Subí los pies a la silla en un gesto involuntario. El cuarto estaba oscuro y la luz del monitor era la única que lo iluminaba. No recordaba haber apagado la lámpara, incluso me cuestioné si realmente lo había hecho. La nuca me volvió a picar.
La pantalla indicó que Alex estaba escribiendo, pero luego se detuvo y no pasó nada más.
«Si es una broma y tratas de asustarme, no funciona y no tiene gracia.

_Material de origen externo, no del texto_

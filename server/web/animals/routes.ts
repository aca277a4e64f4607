/** The Animals page's half of the HTTP interface: who is kept, weights, and the water book. */
import type { FastifyInstance } from 'fastify';
import { AnimalsDesk } from '../../animals/animalsDesk.js';
import { AnimalsFolder } from '../../animals/animalsFolder.js';
import { checkDay, ownZone } from '../../animals/days.js';
import type { Entry } from '../../animals/entry.js';
import { historiesOf, overviewOf, pageOf } from '../../animals/overview.js';
import { LapwingError } from '../../errors/codes.js';
import { askedBy } from '../access/routes.js';
import type { AnimalsAsk, AnimalsTold, AnimalTold } from './animalsMessages.js';
import { animalsBody, animalsParams } from './schemas.js';

const DAYS_SHOWN = 30;

/** Weighing is done while another operator holds the rig's controls. */
const OPERATOR = { needs: 'operator' } as const;

/** @param folder where animals are kept, absolute; without it the list says so and the others answer ANIMALS_NO_FOLDER */
export function addAnimalsRoutes(app: FastifyInstance, folder: string | undefined): void {
  const kept = folder === undefined ? undefined : new AnimalsDesk(new AnimalsFolder(folder));

  const need = (): AnimalsDesk => {
    if (kept !== undefined) return kept;
    throw new LapwingError('animalsNoFolder', 'The rig file names no animals folder.');
  };

  app.get('/api/animals', async (): Promise<AnimalsTold> => {
    if (kept === undefined) return { folder: null, ...overviewOf([], [], new Date(), ownZone()) };
    const desk = kept;
    const { zone, entries, troubles } = await desk.folder.read();
    const overview = overviewOf(historiesOf(entries, zone), troubles, new Date(), zone);
    return { folder: desk.folder.folder, ...overview };
  });

  app.get<{ Params: { animal: string } }>(
    '/api/animals/:animal',
    { schema: { params: animalsParams } },
    async (request): Promise<AnimalTold> => {
      const { history, reading } = await need().history(request.params.animal);
      return pageOf(history, new Date(), reading.zone, DAYS_SHOWN);
    },
  );

  app.post<{ Body: AnimalsAsk }>(
    '/api/animals',
    { config: OPERATOR, schema: { body: animalsBody } },
    async (request) => {
      const { who } = askedBy(request, request.body.by);
      const { id } = await write(need(), request.body, who);
      return { done: true, id };
    },
  );
}

function write(desk: AnimalsDesk, ask: AnimalsAsk, by: string): Promise<Entry> {
  const { animal } = ask;
  switch (ask.do) {
    case 'add':
      return desk.folder.addAnimal(animal, { kind: 'card', set: daysChecked(ask.set) }, by);
    case 'change':
      return desk.change(animal, daysChecked(ask.set), by, {
        from: ask.from === undefined ? undefined : checkDay(ask.from, 'The first day'),
        reason: ask.reason,
      });
    case 'weigh':
      return desk.weigh(animal, ask.grams, { ...ask, by });
    case 'water':
      return desk.give(animal, ask.ul, { ...ask, by });
    case 'correct':
      return desk.correct(animal, ask.of, ask, ask.reason, by);
  }
}

function daysChecked<T extends Extract<AnimalsAsk, { do: 'add' }>['set']>(set: T): T {
  if (set.bornOn) checkDay(set.bornOn, 'The day of birth');
  if (set.baselineOn) checkDay(set.baselineOn, 'The day of the baseline');
  return set;
}
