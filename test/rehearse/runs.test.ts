import { describe, expect, test } from 'vitest';
import { Runs, type RunsSetting } from '../../server/main/runOnce.js';
import { runAll } from '../../server/main/runsPool.js';
import { type RunsReport, runsReport } from '../../server/rehearse/runsReport.js';
import { demoRig } from '../session/rehearsed.js';
import { settingOf, WATER } from './setting.js';

const CIRCUMSTANCES = { seed: 'a seed', animal: 'usual', latency: '', notes: [] };

function reportOf(setting: RunsSetting, runs: number): RunsReport {
  const session = new Runs(setting);
  const results = Array.from({ length: runs }, (_, n) => session.run(n));
  return runsReport(setting.file, results, CIRCUMSTANCES);
}

const ruleOf = (report: RunsReport, name: string) =>
  report.rules.find((rule) => rule.name === name)!;

// Each thread that is started takes some seconds on a busy machine.
describe('many runs of one file', { timeout: 120_000 }, () => {
  test('come out the same, byte by byte, on one, two and three threads', async () => {
    const setting = settingOf(WATER, { minutes: 2 });
    const tables: string[] = [];
    for (const jobs of [1, 2, 3]) {
      const results = await runAll(setting, 5, { jobs });
      tables.push(JSON.stringify(runsReport(setting.file, results, CIRCUMSTANCES)));
    }
    expect(tables[1]).toBe(tables[0]);
    expect(tables[2]).toBe(tables[0]);
    expect(tables[0]).toBe(JSON.stringify(reportOf(setting, 5)));
  });

  test('are another animal and other draws each, and others again under another seed', () => {
    const run = (seed: string) => new Runs(settingOf(WATER, { seed }));
    const one = run('one');
    const sessions = [0, 1, 2].map((n) => one.run(n).sessionS);
    expect(new Set(sessions).size).toBe(3);
    expect(run('two').run(0).sessionS).not.toBe(sessions[0]);
    expect(run('one').run(2).sessionS).toBe(sessions[2]);
  });

  test('stop at once when they are cancelled, with the reason that was given', async () => {
    const aborter = new AbortController();
    const reason = new Error('enough');
    const progress = () => aborter.abort(reason);
    const all = runAll(settingOf(WATER), 10_000, { jobs: 2, progress, signal: aborter.signal });
    await expect(all).rejects.toBe(reason);
  });

  test('tell how far they are', async () => {
    const shares: number[] = [];
    await runAll(settingOf(WATER), 4, { jobs: 2, progress: (done) => shares.push(done) });
    expect(shares).toEqual([0.25, 0.5, 0.75, 1]);
  });
});

describe('the report of many runs', () => {
  const HINDERED = `title: hindered
belt: 180 cm
draws:
  kind: stim or sham, every lap, in shuffled blocks of 2
phases:
  first: for 2 laps
  rest: to the end
rules:
  water:
    when: reaches 90 cm
    do: give 4 uL
  never:
    when: reaches 45 cm
    if: speed >= 200 cm/s and lap >= 3
    do: pulse laser for 50 ms
  twice:
    when: reaches 120 cm
    do: pulse laser for 50 ms
    limit: 2 per session
  coin:
    when: reaches 150 cm
    chance: 50 %
    sham: kind is sham
    do: pulse tone for 50 ms
  nobody:
    when: operator presses knock
    do: note
end: lap >= 8 or time >= 50 min
`;
  const report = reportOf(settingOf(HINDERED, { minutes: 60 }), 6);

  test('says which term of an `if` failed, and how often', () => {
    const never = ruleOf(report, 'never');
    expect(never.runsFired).toBe(0);
    // Lap 1 to 7 each reach the place once, in six sessions.
    expect(never.moments).toBe(7 * 6);
    expect(never.why.map(({ kind, words, times, runs }) => [kind, words, times, runs])).toEqual([
      ['if', 'speed >= 200 cm/s', 42, 6],
      ['if', 'lap >= 3', 12, 6],
    ]);
  });

  test('says which limit was met, and in how many sessions', () => {
    const twice = ruleOf(report, 'twice');
    expect([twice.fired.least, twice.fired.most]).toEqual([2, 2]);
    expect(twice.why).toEqual([
      { kind: 'limit', words: '2 per session', times: 5 * 6, unknown: 0, runs: 6 },
    ]);
  });

  test('tells firings by phase, and phases that are never left', () => {
    const water = ruleOf(report, 'water');
    expect(water.byPhase.map(({ phase, fired }) => [phase, fired.median])).toEqual([
      ['first', 2],
      ['rest', 5],
    ]);
    const phases = report.phases.map((p) => [p.name, p.runsEntered, p.runsNotLeft]);
    expect(phases).toEqual([
      ['first', 6, 0],
      ['rest', 6, 6],
    ]);
  });

  test('tells chance, shams and draws apart', () => {
    const coin = ruleOf(report, 'coin');
    const missed = coin.why.find(({ kind }) => kind === 'chance')!.times;
    const fired = coin.moments - missed;
    expect(coin.moments).toBe(7 * 6);
    expect(fired).toBeGreaterThan(8);
    expect(fired).toBeLessThan(34);
    const [draw] = report.draws;
    expect(draw!.values.map(({ value }) => value)).toEqual(['sham', 'stim']);
    // Blocks of two leave a session's share at a half, or one draw beside it.
    for (const { share } of draw!.values) expect(share).toBeCloseTo(0.5, 1);
  });

  test('says of a rule whose moment never came that nothing asked it', () => {
    const nobody = ruleOf(report, 'nobody');
    expect([nobody.moments, nobody.runsFired, nobody.why]).toEqual([0, 0, []]);
  });

  test('tells which alternative of `end` ended the sessions', () => {
    expect(report.endAlternatives).toEqual([
      { words: 'lap >= 8', runs: 6 },
      { words: 'time >= 50 min', runs: 0 },
    ]);
    expect(report.ends.map(({ runs }) => runs)).toEqual([6]);
  });

  test('adds up water, laps and licks as the sessions had them', () => {
    expect([report.laps.least, report.laps.most]).toEqual([8, 8]);
    expect(report.waterUl.median).toBeCloseTo(7 * 4, 1);
    expect(report.licks.least).toBeGreaterThan(30);
    expect(report.lickShare!.median).toBeGreaterThan(0.5);
    expect(report.minutes.low).toBeLessThanOrEqual(report.minutes.median);
    expect(report.minutes.bins.reduce((sum, runs) => sum + runs, 0)).toBe(6);
  });

  test('tells a draw of many numbers in fifths of their range', () => {
    const text = WATER.replace('rules:', 'draws:\n  spot: 20 to 140 cm, every lap\nrules:');
    const [draw] = reportOf(settingOf(text, { minutes: 10 }), 4).draws;
    expect(draw!.name).toBe('spot');
    expect(draw!.values.length).toBeLessThanOrEqual(5);
    const ranges = draw!.values.map(({ value }) => value.split(' to ').map(Number));
    for (const [from, to] of ranges) {
      expect(from).toBeGreaterThanOrEqual(20);
      expect(to).toBeLessThanOrEqual(140);
      expect(to).toBeGreaterThan(from!);
    }
    const shares = draw!.values.reduce((sum, { share }) => sum + share, 0);
    expect(shares).toBeCloseTo(1, 9);
  });

  test('counts what the guard withheld under one reason, however much was asked', () => {
    const outputs = demoRig.outputs.map((output) =>
      output.name === 'laser' ? { ...output, perSession: 3 } : output,
    );
    const rig = { ...demoRig, outputs };
    const text = WATER.replace(
      'end:',
      '  light:\n    when: lick\n    do: pulse laser for 5 ms\nend:',
    );
    const light = ruleOf(reportOf(settingOf(text, { rig }), 3), 'light');
    expect([light.fired.least, light.fired.most]).toEqual([3, 3]);
    const [most] = light.why;
    expect(most).toMatchObject({ kind: 'guard', runs: 3 });
    expect(most!.words).toBe('withheld: laser: not enough left of 3 for the session');
  });

  test('says that position was not known yet', () => {
    const text = WATER.replace(
      'end:',
      '  early:\n    when: every 1 s\n    if: in 0 to 180 cm\n    do: note\nend:',
    );
    const early = ruleOf(reportOf(settingOf(text), 3), 'early');
    const [why] = early.why;
    expect(why).toMatchObject({ kind: 'if', runs: 3 });
    expect(why!.unknown).toBe(why!.times);
    expect(why!.unknown).toBeGreaterThan(0);
  });
});

describe('the error of position', () => {
  const late = (us: number) => ({ words: '', shares: [0, 1], us: [us, us] });
  /** Two outputs at once: the host has to start them. */
  const text = WATER.replace(
    'end:',
    `  both:
    when: reaches 45 cm
    do:
      - pulse laser for 5 ms
      - pulse tone for 5 ms
end:`,
  );

  test('grows with the latency, by what the animal runs in that time, for the host alone', () => {
    const [prompt, slow] = [late(0), late(20_000)].map((latency) =>
      new Runs(settingOf(text, { latency, minutes: 5 })).run(0),
    );
    const water = prompt!.rules[0]!;
    expect(water.boardMm.length).toBeGreaterThan(3);
    expect(slow!.rules[0]!.boardMm).toEqual(water.boardMm);
    // The encoder reads 1 mm a lap too much, 1 mm more or less: at half a lap, half of it.
    for (const mm of water.boardMm) expect(Math.abs(mm)).toBeLessThan(3);
    expect(water.boardMm.some((mm) => Math.abs(mm) > 0.1)).toBe(true);
    const host = prompt!.rules[1]!.hostMm;
    expect(host.length).toBeGreaterThan(6);
    for (const [n, mm] of slow!.rules[1]!.hostMm.entries()) {
      // 20 ms at 1 to 60 cm/s.
      const byMm = mm - host[n]!;
      expect(byMm).toBeGreaterThan(0.2);
      expect(byMm).toBeLessThan(12);
    }
  });

  test("is the belt's own, wherever the seam mark sits", () => {
    const { seam } = demoRig.belt;
    const rig = { ...demoRig, belt: { ...demoRig.belt, seam: { ...seam!, offsetCm: 12 } } };
    const { boardMm } = new Runs(settingOf(text, { rig, minutes: 5 })).run(0).rules[0]!;
    expect(boardMm.length).toBeGreaterThan(3);
    for (const mm of boardMm) expect(Math.abs(mm)).toBeLessThan(3);
  });
});
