import { ANIMAL } from '../../hardware-sim/animal/parameters.js';
import type { RunsSetting } from '../../server/main/runOnce.js';
import { DEFAULT_LATENCY } from '../../server/rehearse/latency.js';
import { checkText } from '../../server/rules/readRules.js';
import { factsOf } from '../../server/session/rig/rig.js';
import { demoRig } from '../session/rehearsed.js';

/** What it takes to rehearse this text many times on the demo's rig. */
export function settingOf(text: string, change: Partial<RunsSetting> = {}): RunsSetting {
  const { rig = demoRig } = change;
  const { file, problems } = checkText('rules.yaml', text, factsOf(rig));
  if (file === undefined) throw new Error(problems.map(({ message }) => message).join('\n'));
  return {
    ...{ rig, file, seed: 'a seed', animal: ANIMAL, trained: true, minutes: 3 },
    ...{ everyFrame: false, latency: DEFAULT_LATENCY },
    ...change,
  };
}

/** Water at one place, for a fixed number of laps. */
export const WATER = `title: water
belt: 180 cm
rules:
  water:
    when: reaches 90 cm
    do: give 4 uL
end: lap >= 6
`;
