import type { AnimalParameters } from '../../hardware-sim/animal/parameters.js';
import type { EdgeSeen, SessionData } from '../../server/analysis/readSession.js';
import { SampleColumns } from '../../server/analysis/sampleColumns.js';
import { simulatedRigFor } from '../../server/main/simulatedRigFor.js';
import type { StampedDecision } from '../../server/session/decisions.js';
import { rehearse } from '../../server/session/rehearsal.js';
import type { SessionRecorder, SessionRunner } from '../../server/session/runner.js';
import { demoRig, setupOf } from '../session/rehearsed.js';

const WATER = `title: water
belt: 180 cm
rules:
  water:
    when: reaches 90 cm
    do: give 3 uL
`;

export interface SimulatedSession {
  readonly subject: string;
  readonly seed: number;
  readonly trained: boolean;
  readonly minutes: number;
  readonly animal: AnimalParameters;
}

/** What `readSession` would give of a simulated session's record, without writing one. */
export function simulatedSession(wanted: SimulatedSession): SessionData {
  const { subject, seed, trained, minutes, animal } = wanted;
  const samples = new SampleColumns();
  const edges: EdgeSeen[] = [];
  const decisions: StampedDecision[] = [];
  let runner: SessionRunner | undefined;
  const recorder: SessionRecorder = {
    sample: (input, message) => samples.push(input, runner!.core.instant, message),
    input: (_, what) => {
      if (what.kind !== 'edge') return;
      const { boardUs, input, level, count } = what.message;
      const name = demoRig.inputs.find(({ line }) => line === input)?.name ?? `input ${input}`;
      edges.push({ boardUs, name, level, count, input: 0 } as EdgeSeen);
    },
    command: () => {},
    decision: (decision) => decisions.push(decision),
    batchEnd: () => {},
  };
  const rig = simulatedRigFor(demoRig, { seed, trained, animal }, true);
  rehearse(setupOf(WATER), rig, {
    mostUs: minutes * 60e6,
    recorder,
    began: (begun) => {
      runner = begun;
    },
  });
  const began = decisions.find(({ kind }) => kind === 'session began')!;
  return {
    ...{ rig: demoRig, samples, edges, decisions },
    ...{ beganUs: began.boardUs, endedUs: decisions.at(-1)!.boardUs },
    description: { name: `${subject} ${seed}`, subject },
  } as unknown as SessionData;
}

Si lo que pretendes es molestarme e intimidarme, te sugiero que lo hagas mejor», escribí rápidamente en el teclado.
Error, Hannah, error.
Estaba de espaldas a la cama cuando un ruido espeluznante me sobresaltó y tuve que girarme. Procedía de debajo de la cama. Quise encender la luz con un movimiento rápido, pero mi cerebro estaba bloqueado por el miedo y no enviaba las órdenes correctamente. Tan solo era capaz de concentrarme en una cosa: aquel sonido monstruoso. Me hice un ovillo y llevé las rodillas a mi pecho para sentirme protegida. Una voz en mi cabeza me advirtió. Si bajaba los pies al suelo, algo me agarraría y, no sería agradable.
El ruido me recordaba al sonido de los rasguños en el suelo, como si un gato lo arañara incesantemente desde abajo, desde el sótano. Quería gritar, pero nada salía de mi garganta. Estaba petrificada. ¿Dónde estaba mi madre cuando la necesitaba?
Cuando reuní el valor, me puse en pie y, con paso lento, me acerqué a ver qué provocaba el ruido. Rogué porque fuera un gato que se había colado en mi habitación. Sabía que era imposible, pero traté de convencerme de que esa era la única explicación. Con las piernas temblorosas y con las manos todavía sudadas, caminé un poco más. Se me puso la piel de gallina. La madera del suelo crujía a cada paso que daba. Cuando estuve lo suficientemente cerca de la cama, me arrodillé y sentí que alguien me observaba; alguien o algo estaba detrás de mí, sentía su presencia. Y fuera lo que fuera, sabía que yo era consciente de que estaba ahí. Pero no me giré. No me atreví a hacerlo.
Tomé la sábana entre mis dedos, con una fuerza que no sabía que tenía. La tormenta no cesaba. El impacto de las gotas sobre el cristal resonaba por toda la habitación.
En un segundo de infarto, levanté la sábana rápidamente.
En cuanto lo hice, los rasguños cesaron. Debajo de la cama no había nada, absolutamente nada, lo cual era todavía más inquietante. Regresé al ordenador y vi un nuevo mensaje de él.
«Podría hacerlo mejor, pero te quiero de mi parte», respondió.
«¡Basta! Quienquiera que seas, déjame en paz».
Se me hizo un nudo en la garganta. Si alguien del instituto o algún vecino me estaba gastando una broma pesada, me la pagaría. No se iría de rositas. Me estaban asustando de verdad.
«Hannah, necesito que me ayudes a averiguar quién me mató», escribió.
—Esto no tiene gracia, ¡déjame en paz! —jadeé. Me costaba respirar. Y entonces sentí que algo me soplaba en la nuca.
¿Qué estaba pasando?
Iba a levantarme de la silla para salir corriendo, pero antes de poder hacerlo recibí un nuevo mensaje:
«¡Corre!».
Y entonces alguien golpeó la puerta tres veces.